= TASK PROMPT =
Lines from the line with "def done(self, result: dict)" to the line with "else format(value, fmt)" in the entries below, and only those, must be output exactly, with both ends included.
[[ PROVIDED MATERIAL open ]]
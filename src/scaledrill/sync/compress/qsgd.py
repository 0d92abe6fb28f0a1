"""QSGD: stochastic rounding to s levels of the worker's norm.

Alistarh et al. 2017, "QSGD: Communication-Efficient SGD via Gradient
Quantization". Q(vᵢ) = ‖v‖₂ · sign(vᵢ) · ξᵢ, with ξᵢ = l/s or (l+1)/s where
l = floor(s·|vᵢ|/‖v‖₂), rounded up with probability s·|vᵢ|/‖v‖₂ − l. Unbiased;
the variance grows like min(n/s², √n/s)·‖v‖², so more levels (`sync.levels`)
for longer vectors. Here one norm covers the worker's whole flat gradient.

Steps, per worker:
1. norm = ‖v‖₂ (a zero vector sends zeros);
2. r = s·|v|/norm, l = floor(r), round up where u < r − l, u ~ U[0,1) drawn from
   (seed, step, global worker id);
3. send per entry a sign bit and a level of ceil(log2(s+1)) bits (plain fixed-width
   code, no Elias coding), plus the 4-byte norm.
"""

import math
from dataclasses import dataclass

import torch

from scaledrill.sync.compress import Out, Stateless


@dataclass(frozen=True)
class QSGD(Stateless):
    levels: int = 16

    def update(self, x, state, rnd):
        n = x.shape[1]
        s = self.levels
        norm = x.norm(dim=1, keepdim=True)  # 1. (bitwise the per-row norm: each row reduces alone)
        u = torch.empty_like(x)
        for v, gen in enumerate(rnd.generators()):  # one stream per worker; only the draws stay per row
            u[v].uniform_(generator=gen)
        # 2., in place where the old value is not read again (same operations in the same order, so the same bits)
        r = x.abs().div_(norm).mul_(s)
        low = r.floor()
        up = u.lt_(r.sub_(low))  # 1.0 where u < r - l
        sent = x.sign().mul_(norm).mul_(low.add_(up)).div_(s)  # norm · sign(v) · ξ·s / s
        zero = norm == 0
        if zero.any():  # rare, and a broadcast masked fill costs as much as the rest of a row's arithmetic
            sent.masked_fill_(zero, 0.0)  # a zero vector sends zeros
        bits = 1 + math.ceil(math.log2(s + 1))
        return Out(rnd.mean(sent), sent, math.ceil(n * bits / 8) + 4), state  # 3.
[[ PROVIDED MATERIAL closed ]]
[[ PROVIDED MATERIAL open ]]
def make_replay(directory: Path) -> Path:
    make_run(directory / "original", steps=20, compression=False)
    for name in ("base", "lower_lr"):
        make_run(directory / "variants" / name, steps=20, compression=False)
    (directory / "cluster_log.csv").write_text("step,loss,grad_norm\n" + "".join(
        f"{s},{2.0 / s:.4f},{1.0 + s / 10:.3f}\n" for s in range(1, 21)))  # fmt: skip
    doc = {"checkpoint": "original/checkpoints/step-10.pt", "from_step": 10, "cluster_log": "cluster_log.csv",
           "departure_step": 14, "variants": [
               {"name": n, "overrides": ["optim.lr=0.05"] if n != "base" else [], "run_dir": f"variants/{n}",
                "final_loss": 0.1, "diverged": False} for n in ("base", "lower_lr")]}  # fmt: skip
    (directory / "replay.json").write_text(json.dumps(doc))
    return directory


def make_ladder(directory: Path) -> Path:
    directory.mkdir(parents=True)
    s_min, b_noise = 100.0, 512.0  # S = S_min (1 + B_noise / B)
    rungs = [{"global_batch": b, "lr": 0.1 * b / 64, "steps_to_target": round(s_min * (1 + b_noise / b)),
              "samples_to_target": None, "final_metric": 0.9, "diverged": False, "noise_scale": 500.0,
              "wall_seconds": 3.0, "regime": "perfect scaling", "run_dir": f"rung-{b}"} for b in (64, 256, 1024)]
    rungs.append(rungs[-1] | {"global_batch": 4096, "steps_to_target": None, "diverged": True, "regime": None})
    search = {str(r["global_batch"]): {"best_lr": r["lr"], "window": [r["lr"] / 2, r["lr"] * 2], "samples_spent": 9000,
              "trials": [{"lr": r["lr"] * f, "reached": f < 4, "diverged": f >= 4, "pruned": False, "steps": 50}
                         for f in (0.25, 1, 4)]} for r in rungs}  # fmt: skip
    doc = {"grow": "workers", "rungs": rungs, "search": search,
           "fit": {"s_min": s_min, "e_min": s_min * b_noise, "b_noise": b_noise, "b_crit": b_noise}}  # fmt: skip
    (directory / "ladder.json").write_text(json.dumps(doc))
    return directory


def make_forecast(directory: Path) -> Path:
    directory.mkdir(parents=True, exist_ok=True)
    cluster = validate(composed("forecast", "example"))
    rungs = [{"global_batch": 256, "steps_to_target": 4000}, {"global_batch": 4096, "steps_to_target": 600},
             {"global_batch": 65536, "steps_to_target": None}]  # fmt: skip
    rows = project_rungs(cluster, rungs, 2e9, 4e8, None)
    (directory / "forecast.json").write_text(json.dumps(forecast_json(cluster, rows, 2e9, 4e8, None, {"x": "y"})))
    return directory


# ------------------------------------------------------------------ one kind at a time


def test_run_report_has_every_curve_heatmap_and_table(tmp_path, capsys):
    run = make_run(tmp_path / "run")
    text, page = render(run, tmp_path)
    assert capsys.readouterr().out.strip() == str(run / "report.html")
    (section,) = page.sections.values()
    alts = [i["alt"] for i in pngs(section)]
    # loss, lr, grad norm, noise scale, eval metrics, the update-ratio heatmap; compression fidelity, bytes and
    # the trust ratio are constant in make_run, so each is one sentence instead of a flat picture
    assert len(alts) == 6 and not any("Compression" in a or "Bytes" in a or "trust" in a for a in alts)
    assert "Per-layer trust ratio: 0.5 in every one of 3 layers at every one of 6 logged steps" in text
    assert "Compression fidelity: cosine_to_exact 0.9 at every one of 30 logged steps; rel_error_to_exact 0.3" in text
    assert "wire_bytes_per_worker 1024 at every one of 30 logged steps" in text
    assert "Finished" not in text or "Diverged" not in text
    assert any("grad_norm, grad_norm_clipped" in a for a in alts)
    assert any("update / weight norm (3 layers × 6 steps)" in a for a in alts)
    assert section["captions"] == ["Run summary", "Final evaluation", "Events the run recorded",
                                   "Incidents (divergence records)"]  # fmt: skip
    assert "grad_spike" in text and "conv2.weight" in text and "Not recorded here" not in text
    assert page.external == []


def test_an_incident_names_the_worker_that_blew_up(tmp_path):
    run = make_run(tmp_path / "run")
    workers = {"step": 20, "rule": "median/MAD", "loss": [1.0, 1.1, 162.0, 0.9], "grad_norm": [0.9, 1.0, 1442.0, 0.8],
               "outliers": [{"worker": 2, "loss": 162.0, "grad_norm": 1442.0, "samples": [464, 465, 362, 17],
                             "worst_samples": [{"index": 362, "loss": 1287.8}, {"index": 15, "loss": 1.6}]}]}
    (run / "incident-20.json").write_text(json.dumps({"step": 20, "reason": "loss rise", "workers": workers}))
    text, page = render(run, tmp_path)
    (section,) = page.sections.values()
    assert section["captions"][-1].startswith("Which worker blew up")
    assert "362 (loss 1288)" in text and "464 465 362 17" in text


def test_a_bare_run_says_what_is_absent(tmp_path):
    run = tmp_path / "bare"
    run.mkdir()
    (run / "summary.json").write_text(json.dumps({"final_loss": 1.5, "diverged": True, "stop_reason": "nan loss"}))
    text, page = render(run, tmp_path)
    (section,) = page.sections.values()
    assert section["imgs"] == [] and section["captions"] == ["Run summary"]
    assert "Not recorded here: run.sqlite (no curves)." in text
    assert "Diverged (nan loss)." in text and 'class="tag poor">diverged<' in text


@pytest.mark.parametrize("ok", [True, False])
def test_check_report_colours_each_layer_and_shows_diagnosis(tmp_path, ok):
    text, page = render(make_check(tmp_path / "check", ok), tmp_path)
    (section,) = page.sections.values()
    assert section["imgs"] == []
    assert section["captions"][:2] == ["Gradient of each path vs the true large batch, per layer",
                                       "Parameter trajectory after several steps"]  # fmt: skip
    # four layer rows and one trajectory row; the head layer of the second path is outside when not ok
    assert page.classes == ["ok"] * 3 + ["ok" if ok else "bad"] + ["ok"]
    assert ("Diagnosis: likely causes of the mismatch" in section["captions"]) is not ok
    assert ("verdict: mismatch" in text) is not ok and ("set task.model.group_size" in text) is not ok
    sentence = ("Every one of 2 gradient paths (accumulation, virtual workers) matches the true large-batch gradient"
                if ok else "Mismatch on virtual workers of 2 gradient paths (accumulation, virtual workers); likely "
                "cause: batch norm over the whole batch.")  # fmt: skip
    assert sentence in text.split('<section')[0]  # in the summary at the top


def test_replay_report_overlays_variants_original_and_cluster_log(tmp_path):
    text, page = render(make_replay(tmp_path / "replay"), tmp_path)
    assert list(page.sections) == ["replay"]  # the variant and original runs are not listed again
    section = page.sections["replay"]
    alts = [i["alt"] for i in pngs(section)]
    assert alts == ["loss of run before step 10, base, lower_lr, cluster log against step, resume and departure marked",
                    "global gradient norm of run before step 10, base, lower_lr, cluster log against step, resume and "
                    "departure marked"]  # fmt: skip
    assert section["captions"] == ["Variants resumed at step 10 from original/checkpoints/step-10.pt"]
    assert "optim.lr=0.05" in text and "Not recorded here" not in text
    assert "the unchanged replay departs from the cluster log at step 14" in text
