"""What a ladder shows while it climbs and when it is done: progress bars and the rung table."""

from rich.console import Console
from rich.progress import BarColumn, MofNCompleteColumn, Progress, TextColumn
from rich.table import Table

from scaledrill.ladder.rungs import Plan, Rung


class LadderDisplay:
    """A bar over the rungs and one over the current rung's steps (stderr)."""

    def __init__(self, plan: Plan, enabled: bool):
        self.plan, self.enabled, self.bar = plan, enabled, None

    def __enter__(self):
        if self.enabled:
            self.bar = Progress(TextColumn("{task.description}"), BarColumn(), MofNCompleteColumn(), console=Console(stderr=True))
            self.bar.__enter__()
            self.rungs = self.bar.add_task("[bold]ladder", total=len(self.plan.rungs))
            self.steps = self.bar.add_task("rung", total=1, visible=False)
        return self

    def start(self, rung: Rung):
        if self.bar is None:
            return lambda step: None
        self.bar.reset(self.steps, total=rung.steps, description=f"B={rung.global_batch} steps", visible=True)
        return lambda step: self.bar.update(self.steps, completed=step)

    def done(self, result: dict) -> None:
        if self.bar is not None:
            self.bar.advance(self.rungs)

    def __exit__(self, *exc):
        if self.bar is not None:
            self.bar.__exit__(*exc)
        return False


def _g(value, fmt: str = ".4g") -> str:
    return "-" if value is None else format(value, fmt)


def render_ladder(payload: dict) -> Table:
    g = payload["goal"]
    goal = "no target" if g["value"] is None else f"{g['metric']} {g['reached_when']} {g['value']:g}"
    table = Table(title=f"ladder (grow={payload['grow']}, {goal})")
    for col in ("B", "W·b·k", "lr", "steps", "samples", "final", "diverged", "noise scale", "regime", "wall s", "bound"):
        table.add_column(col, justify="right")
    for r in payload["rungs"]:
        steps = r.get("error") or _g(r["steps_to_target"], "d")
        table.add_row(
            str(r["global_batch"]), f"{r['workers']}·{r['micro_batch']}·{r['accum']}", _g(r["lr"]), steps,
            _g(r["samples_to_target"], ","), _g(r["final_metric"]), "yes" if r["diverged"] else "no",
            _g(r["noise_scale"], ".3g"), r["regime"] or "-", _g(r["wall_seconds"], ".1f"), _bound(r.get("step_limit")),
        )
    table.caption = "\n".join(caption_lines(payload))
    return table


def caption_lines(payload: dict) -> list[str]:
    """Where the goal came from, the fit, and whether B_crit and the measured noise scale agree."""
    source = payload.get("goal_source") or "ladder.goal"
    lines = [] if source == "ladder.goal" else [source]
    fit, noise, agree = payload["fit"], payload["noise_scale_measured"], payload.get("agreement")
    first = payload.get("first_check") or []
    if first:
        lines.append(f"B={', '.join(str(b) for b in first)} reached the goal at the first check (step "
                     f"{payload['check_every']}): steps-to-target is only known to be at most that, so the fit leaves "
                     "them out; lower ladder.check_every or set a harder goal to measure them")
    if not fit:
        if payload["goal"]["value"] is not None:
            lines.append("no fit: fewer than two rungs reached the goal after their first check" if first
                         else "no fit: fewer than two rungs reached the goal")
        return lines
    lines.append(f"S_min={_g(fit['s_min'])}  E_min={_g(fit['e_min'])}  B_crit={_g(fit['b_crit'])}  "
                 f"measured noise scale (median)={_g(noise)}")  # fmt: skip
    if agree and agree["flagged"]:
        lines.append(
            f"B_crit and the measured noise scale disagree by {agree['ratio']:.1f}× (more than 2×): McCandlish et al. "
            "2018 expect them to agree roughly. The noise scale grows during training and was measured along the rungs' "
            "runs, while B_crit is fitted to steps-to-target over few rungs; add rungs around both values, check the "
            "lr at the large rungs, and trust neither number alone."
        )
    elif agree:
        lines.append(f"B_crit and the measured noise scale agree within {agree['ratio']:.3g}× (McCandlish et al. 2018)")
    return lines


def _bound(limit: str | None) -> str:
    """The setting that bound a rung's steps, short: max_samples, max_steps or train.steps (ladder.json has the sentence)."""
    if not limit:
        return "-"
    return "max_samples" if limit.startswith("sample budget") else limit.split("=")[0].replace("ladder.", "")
[[ PROVIDED MATERIAL closed ]]
= RESPONSE AREA =
    def done(self, result: dict) -> None:
        if self.bar is not None:
            self.bar.advance(self.rungs)

    def __exit__(self, *exc):
        if self.bar is not None:
            self.bar.__exit__(*exc)
        return False


def _g(value, fmt: str = ".4g") -> str:
    return "-" if value is None else format(value, fmt)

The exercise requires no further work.